One might notice the overlaps. For instance the first ‘green’ set begins before the earlier ‘red’ one has quite finished, and these overlaps continue as the piece progresses. But there’s no change in the particular sequence of pitch classes.

So, out of bars 1 to 3, one may pull out the first red (bars 1 and 2) and green (bars 2 and 3) blocks to confirm the (tremolos notwithstanding) sequence. You may painstakingly, if you wish, verify that the following blocks follow the same tone row (i.e. no inversions or retrogrades):

Erlösung's Tone Row

As the annotations show (interval jumps underneath the stemless abstractions), the intervals aren’t quite the same as the one ‘attached’ to this work in wLOTR. There's a 5 jump in the composition which does not appear in wLOTR's interval class index. And, of course, 0 3 e 2 t 1 9 5 8 4 7 6 (also from wLOTR) is not (from the above, assuming F# → 0) 0 6 e 2 t 1 9 5 8 4 7 3.

You can certainly see the similarity – it’s only at the edges (in bold underlining) that there is a difference

0 3 e 2 t 1 9 5 8 4 7 6
0 6 e 2 t 1 9 5 8 4 7 3

(although the 0 hardly needs to be underlined as its presence is demanded by the nature of the presentation). So what’s with this 3/6 head/tail swap? The worst possible place to happen for a lookup, wrecking both the tone-row and the interval-sequence index? The reference authority cited for this tone row is, in fact, a footnote in a journal article by the one and only David Lewin:

(from A Theory of Segmental Association in Twelve-Tone Music, D Lewin, Perspectives of New Music V#1 N#1, Autumn 1962) where one may clearly see the A after the initial F# and the terminal C in the upper (Φ0) line in contrast to the actualité of Webern’s C and F#, easily seen (multiple times, as if to nail it firmly into your head) in the above score-snippet.

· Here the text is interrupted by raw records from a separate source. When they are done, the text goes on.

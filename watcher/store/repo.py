"""The base of every repository: one kind of record's SQL, on the store's connection.

A repository never opens, commits or rolls back: `Store.atomic` owns the transaction, so any
mix of repository calls inside it commits together or not at all. Every public method (a
generator as its rows come) translates the drivers' errors into the error tree as they leave it
(`translate`), so no caller ever sees a library error: a storage fault is `StoreError` (the writer retries it), the
database refusing the data is `RecordRefused` (the writer sets the message aside).
"""

from __future__ import annotations

import contextlib
import functools
import inspect
import re
import sqlite3
import sys

from watcher.errors import RecordRefused, StoreError, WatcherError


def _psycopg():
    """The PostgreSQL driver if a record on PostgreSQL has been opened (none of its errors can
    arise otherwise; a SQLite site never pays for importing it)."""
    return sys.modules.get("psycopg")


def is_db_error(exc: BaseException) -> bool:
    """An error raised by either engine's driver."""
    pg = _psycopg()
    return isinstance(exc, sqlite3.Error) or (pg is not None and isinstance(exc, pg.Error))


def is_storage_fault(exc: BaseException) -> bool:
    """sqlite3's operational errors and OS errors are the storage's; integrity, interface and
    programming errors (a value that cannot be bound, a broken constraint) are the data's.
    On PostgreSQL the server's operational errors (gone, disk full, out of connections), a
    broken or read-only session and a transaction the server aborted are the storage's; data,
    integrity and programming errors are the data's."""
    if isinstance(exc, StoreError):
        return True
    if isinstance(exc, (sqlite3.OperationalError, OSError)):
        return True
    pg = _psycopg()
    if pg is not None:
        if isinstance(exc, (pg.OperationalError, pg.InterfaceError, pg.InternalError)):
            return True
        if type(exc) is pg.DatabaseError:
            return True
    return type(exc) in (sqlite3.DatabaseError, sqlite3.InternalError)


def translate(exc: Exception, where: str) -> WatcherError | None:
    """The error tree's counterpart of a library error raised by the database (None: not one)."""
    if isinstance(exc, WatcherError):
        return exc
    if is_storage_fault(exc):
        return StoreError(f"{where}: {type(exc).__name__}: {exc}")
    if is_db_error(exc):
        return RecordRefused(f"{where}: {type(exc).__name__}: {exc}")
    return None


@contextlib.contextmanager
def _translating(self, method):
    """A driver's or the OS's error leaving a repository method, as the error tree's."""
    try:
        yield
    except Exception as exc:
        if not (isinstance(exc, OSError) or is_db_error(exc)):
            raise
        raise translate(exc, f"{type(self).__name__.lower()}.{method.__name__}") from exc


def _translated(method):
    if inspect.isgeneratorfunction(method):  # the rows come while the caller iterates

        @functools.wraps(method)
        def rows(self, *args, **kwargs):
            with _translating(self, method):
                yield from method(self, *args, **kwargs)

        return rows

    @functools.wraps(method)
    def call(self, *args, **kwargs):
        with _translating(self, method):
            return method(self, *args, **kwargs)

    return call


class Repo:
    def __init__(self, conn: sqlite3.Connection):
        self.conn = conn

    def __init_subclass__(cls, **kwargs):
        super().__init_subclass__(**kwargs)
        for name, member in list(vars(cls).items()):
            if inspect.isfunction(member) and not name.startswith("_"):
                setattr(cls, name, _translated(member))


def text(s: str) -> str:
    """Text both engines store as UTF-8: lone surrogates become backslash escapes, and so does
    NUL (PostgreSQL's text cannot hold it)."""
    return s.encode("utf-8", "backslashreplace").decode("utf-8").replace("\x00", "\\x00")


def is_url(location: str) -> bool:
    """A PostgreSQL URL (the record is on a server), not a file path."""
    return location.startswith(("postgresql://", "postgres://"))


def redact(location: str) -> str:
    """A record's location fit for a message: any password in a URL replaced (there should be none)."""
    return re.sub(r"(://[^:/@]+):[^@/]*@", r"\1:***@", location)


def is_pg(conn) -> bool:
    """The record is on PostgreSQL (store/pg.py), not a SQLite file."""
    return getattr(conn, "dialect", "sqlite") == "postgresql"


def stream(conn, sql: str, params=()):
    """Iterate over a big query's rows without holding them all: SQLite's cursor steps through
    them already; PostgreSQL's answer comes through a server-side cursor (store/pg.py)."""
    if is_pg(conn):
        return conn.stream(sql, params)
    return conn.execute(sql, params)


def hold(conn, name: str) -> None:
    """Lock name until the transaction ends, where several writers share the record
    (PostgreSQL); SQLite has one writer a file, whose transaction already excludes the rest."""
    if is_pg(conn):
        conn.lock(name)


def data_version(conn) -> int:
    """Changes when another connection has committed to the record since (SQLite's
    data_version). On PostgreSQL the cached chain heads and bin sums it guards belong to zones
    this connection has claimed (`claim_zone`): no other connection writes them."""
    if is_pg(conn):
        return 0
    return conn.execute("PRAGMA data_version").fetchone()[0]


def claim_zone(conn, zone: str) -> None:
    """One writer a zone: its readings' chain is extended from the head this connection keeps.
    SQLite has one writer a file; on PostgreSQL several central watchers share the record, so
    the first to write a zone holds it until it disconnects, and another is refused, by name."""
    if is_pg(conn) and not conn.claim(f"zone:{zone}"):
        raise StoreError(
            f"zone {zone!r} is being written by another watcher on this record: each zone must be read by one "
            "central watcher only (split the sites between them, docs/fleet.md)"
        )


def file_path(conn) -> str | None:
    """The record's file (None: in memory, or on a server)."""
    if is_pg(conn):
        return None
    return conn.execute("PRAGMA database_list").fetchone()[2] or None


def marks(n: int) -> str:
    """n comma-separated placeholders."""
    return ", ".join("?" * n)


@functools.cache
def upsert(table: str, columns: str, key: str) -> str:
    """Insert a row, or replace the other columns of the row with the same key: standard SQL
    (SQLite 3.24+, PostgreSQL) where SQLite's INSERT OR REPLACE is its own. columns and key are
    comma-separated names; every column is given a value."""
    names = [c.strip() for c in columns.split(",")]
    keys = {k.strip() for k in key.split(",")}
    sets = ", ".join(f"{c} = excluded.{c}" for c in names if c not in keys)
    return (
        f"INSERT INTO {table} ({', '.join(names)}) VALUES ({marks(len(names))}) ON CONFLICT({key}) DO UPDATE SET {sets}"
    )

The differential forms of the above Φ0 and I0 are 3838388383B6 and 949494494916 - hence their appearance (albeit with de-signed 3s and 4s) in wLOTR.

Lewin’s exposition is – by the way - quite legitimate (his article concerns hexachords and segmentation). As he says, earlier on (in regard to Schoenberg’s Op 36 Violin Concerto):

“These examples are of considerable value in cautioning us against the naïve but plausible assumption that all effective associative relations in such music as this must be presented explicitly. The reader is urged to keep this moral in mind throughout the sequel. Of course, the extent to which we will recognize any such relations, whether explicit or not, is heavily dependent on the extent to which the compositional presentation of the notes involved supports or obscures the abstract relation, and/or the extent to which the sonorities involved have been explicitly established as referential.” [our emph]

What appear to be the 'obvious' tone rows (or, equivalently, interval-class sequences) - by which we mean those sets or sequences readily available to a listener or a score-reader (bearing in mind Castine’s caution), in contrast to those other, rather abstruse, representations available to a reader of somewhat rarefied musical journals - may not be terribly useful when interrogating a database to discover them. Fortunately, other rather more instantly available - even to a non-musician - indexes such as the composer's name or the work's name are also present.